TASK DIRECTIONS ▸ Below are the entries; give again exactly the lines from the one mentioning "repository 4500ade2675f666b" through the one mentioning "from analysis.water import potassium_chloride", inclusive.
MATERIAL PROVIDED Start Marker
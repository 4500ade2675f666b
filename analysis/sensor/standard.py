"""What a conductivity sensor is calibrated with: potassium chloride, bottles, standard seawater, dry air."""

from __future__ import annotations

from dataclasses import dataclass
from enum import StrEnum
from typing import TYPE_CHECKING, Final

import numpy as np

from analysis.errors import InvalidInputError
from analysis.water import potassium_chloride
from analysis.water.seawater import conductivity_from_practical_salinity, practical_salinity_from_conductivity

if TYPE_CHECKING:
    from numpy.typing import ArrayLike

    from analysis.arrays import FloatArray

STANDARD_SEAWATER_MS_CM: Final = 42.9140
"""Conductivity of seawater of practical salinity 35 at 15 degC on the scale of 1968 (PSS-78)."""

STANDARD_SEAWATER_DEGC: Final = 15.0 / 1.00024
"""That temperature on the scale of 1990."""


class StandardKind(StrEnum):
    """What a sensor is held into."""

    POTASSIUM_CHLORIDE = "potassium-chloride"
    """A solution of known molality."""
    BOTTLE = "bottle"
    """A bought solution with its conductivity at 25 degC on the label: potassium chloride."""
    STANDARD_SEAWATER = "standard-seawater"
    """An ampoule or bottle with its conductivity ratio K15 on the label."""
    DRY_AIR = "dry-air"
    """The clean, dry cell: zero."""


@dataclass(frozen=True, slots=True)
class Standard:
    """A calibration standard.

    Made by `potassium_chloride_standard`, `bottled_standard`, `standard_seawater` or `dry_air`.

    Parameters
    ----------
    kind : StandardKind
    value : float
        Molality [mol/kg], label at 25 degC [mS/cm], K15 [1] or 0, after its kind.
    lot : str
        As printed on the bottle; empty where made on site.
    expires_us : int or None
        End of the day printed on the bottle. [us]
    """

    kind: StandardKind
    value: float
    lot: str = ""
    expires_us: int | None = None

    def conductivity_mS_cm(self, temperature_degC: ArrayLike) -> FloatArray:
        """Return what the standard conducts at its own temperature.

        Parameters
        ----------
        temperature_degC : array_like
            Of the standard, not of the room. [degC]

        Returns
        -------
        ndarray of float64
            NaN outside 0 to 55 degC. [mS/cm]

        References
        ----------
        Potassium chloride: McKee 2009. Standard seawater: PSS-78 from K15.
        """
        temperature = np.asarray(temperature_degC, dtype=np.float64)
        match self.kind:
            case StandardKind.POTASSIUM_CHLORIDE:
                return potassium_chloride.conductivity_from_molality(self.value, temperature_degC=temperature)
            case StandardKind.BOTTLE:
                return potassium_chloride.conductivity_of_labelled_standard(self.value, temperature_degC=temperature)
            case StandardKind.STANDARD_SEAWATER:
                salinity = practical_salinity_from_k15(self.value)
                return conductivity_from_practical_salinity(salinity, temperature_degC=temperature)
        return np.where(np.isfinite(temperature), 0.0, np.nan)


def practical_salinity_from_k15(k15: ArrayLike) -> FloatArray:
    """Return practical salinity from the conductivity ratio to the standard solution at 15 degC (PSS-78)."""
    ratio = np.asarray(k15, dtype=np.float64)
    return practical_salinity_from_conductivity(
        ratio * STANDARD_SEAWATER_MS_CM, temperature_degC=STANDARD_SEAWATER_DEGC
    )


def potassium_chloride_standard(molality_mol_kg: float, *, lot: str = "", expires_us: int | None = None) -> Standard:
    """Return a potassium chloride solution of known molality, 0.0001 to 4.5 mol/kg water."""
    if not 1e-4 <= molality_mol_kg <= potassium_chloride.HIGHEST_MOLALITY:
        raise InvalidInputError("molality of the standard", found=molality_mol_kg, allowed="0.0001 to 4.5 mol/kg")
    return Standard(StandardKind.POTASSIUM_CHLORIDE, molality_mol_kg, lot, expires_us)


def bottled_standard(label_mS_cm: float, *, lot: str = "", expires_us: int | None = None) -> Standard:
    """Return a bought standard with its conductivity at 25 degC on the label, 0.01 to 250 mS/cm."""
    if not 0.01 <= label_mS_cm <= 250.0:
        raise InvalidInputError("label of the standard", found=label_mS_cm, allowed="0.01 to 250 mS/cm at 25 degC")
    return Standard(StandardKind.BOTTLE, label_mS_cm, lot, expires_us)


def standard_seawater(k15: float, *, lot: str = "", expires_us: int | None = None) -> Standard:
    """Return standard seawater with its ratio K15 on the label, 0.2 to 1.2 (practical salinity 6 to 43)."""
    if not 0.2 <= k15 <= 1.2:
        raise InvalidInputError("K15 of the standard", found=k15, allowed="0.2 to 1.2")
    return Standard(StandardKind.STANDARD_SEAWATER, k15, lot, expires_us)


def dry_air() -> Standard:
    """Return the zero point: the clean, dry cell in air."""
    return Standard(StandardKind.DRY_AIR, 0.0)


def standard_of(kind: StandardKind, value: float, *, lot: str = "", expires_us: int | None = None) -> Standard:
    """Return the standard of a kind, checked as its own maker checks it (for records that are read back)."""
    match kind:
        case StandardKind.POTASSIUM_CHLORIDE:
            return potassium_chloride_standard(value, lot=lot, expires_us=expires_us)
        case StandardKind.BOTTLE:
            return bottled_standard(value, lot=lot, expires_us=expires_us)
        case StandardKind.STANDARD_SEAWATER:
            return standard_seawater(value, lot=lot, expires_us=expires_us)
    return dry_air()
MATERIAL PROVIDED End Marker
MATERIAL PROVIDED Start Marker
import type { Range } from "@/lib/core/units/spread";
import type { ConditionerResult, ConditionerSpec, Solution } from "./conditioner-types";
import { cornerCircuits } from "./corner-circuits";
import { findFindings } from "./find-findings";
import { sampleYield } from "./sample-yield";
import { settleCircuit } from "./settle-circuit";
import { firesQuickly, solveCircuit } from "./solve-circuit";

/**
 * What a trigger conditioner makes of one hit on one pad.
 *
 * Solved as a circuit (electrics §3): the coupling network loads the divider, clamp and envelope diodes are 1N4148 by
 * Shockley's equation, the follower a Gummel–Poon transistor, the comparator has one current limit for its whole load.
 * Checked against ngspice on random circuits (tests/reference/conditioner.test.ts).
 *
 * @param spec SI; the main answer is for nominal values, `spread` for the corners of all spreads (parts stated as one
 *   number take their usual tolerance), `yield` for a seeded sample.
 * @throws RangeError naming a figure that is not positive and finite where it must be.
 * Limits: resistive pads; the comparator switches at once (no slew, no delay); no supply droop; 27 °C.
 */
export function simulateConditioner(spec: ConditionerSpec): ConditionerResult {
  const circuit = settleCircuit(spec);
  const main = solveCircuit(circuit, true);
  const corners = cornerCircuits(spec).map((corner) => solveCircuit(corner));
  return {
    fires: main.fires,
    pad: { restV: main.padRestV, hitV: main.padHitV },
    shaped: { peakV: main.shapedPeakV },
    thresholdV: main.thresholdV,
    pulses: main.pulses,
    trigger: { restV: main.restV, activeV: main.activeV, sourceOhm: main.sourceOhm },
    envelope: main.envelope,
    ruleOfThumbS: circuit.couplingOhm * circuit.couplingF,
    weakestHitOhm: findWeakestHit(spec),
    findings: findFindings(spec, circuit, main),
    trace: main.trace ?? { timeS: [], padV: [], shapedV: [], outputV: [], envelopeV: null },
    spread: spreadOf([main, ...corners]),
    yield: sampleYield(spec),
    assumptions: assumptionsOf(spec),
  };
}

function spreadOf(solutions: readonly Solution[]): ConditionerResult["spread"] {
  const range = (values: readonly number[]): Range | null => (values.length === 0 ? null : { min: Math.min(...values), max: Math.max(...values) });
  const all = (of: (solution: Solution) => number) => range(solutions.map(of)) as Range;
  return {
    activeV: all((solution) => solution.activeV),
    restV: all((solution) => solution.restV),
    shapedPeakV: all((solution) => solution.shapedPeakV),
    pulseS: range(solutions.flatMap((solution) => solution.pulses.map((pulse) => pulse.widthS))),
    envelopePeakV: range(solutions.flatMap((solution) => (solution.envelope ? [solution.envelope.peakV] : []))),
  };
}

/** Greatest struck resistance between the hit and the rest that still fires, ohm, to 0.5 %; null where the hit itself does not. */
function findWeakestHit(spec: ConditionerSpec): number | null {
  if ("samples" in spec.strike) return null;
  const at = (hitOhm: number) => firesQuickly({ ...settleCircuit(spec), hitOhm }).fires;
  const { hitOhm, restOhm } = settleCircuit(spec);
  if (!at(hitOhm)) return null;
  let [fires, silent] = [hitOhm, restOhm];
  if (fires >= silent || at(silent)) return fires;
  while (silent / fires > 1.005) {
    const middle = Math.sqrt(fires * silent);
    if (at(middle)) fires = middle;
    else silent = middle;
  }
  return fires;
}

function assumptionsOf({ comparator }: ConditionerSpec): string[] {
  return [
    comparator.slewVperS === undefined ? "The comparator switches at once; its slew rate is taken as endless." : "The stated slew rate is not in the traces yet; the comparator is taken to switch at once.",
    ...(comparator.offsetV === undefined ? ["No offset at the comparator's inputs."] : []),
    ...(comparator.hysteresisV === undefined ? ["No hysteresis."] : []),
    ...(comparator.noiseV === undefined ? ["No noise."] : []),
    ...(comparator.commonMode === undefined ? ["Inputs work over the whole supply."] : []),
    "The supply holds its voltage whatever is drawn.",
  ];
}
MATERIAL PROVIDED End Marker
MATERIAL PROVIDED Start Marker
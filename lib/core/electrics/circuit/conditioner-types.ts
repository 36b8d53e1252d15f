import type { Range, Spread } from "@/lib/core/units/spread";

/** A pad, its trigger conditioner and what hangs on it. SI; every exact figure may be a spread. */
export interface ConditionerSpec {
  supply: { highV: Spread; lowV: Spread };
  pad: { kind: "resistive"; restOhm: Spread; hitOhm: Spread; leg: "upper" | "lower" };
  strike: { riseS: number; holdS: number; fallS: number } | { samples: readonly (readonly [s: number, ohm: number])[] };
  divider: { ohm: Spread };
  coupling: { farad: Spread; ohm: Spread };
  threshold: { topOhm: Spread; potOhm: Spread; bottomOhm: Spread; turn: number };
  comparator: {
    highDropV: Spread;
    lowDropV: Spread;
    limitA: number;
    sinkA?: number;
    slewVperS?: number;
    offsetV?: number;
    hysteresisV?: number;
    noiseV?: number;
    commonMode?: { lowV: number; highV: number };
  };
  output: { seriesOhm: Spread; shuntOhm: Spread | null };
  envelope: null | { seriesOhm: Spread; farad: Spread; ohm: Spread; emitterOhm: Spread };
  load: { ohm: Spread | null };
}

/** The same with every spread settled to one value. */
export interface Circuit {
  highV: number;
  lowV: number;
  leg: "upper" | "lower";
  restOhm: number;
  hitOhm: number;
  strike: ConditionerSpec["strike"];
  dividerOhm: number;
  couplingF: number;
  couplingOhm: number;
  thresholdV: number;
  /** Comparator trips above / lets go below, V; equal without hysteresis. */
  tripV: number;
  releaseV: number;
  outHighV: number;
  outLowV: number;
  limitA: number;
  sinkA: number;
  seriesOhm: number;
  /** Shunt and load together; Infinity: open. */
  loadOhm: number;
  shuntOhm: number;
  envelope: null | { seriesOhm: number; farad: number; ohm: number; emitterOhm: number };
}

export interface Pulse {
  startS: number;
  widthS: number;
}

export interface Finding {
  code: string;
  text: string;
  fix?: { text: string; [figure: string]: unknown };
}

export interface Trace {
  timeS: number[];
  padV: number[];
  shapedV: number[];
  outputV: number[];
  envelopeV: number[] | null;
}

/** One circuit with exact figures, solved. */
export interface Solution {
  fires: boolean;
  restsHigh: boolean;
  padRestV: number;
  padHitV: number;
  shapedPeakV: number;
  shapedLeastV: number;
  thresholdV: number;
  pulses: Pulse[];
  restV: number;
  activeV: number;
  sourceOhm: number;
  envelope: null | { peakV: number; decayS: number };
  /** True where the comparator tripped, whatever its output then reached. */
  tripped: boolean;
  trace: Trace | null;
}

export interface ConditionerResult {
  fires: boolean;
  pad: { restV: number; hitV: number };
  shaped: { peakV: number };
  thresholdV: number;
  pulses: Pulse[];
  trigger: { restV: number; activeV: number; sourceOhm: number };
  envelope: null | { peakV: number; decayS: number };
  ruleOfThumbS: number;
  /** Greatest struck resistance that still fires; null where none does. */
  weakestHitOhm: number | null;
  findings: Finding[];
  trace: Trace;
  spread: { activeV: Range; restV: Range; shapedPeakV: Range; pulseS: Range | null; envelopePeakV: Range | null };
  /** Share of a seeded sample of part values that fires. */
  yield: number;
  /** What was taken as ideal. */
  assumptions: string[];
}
MATERIAL PROVIDED End Marker
EXERCISE ANSWER ▸
repository 4500ade2675f666b
filename analysis/sensor/standard.py
"""What a conductivity sensor is calibrated with: potassium chloride, bottles, standard seawater, dry air."""

from __future__ import annotations

from dataclasses import dataclass
from enum import StrEnum
from typing import TYPE_CHECKING, Final

import numpy as np

from analysis.errors import InvalidInputError
from analysis.water import potassium_chloride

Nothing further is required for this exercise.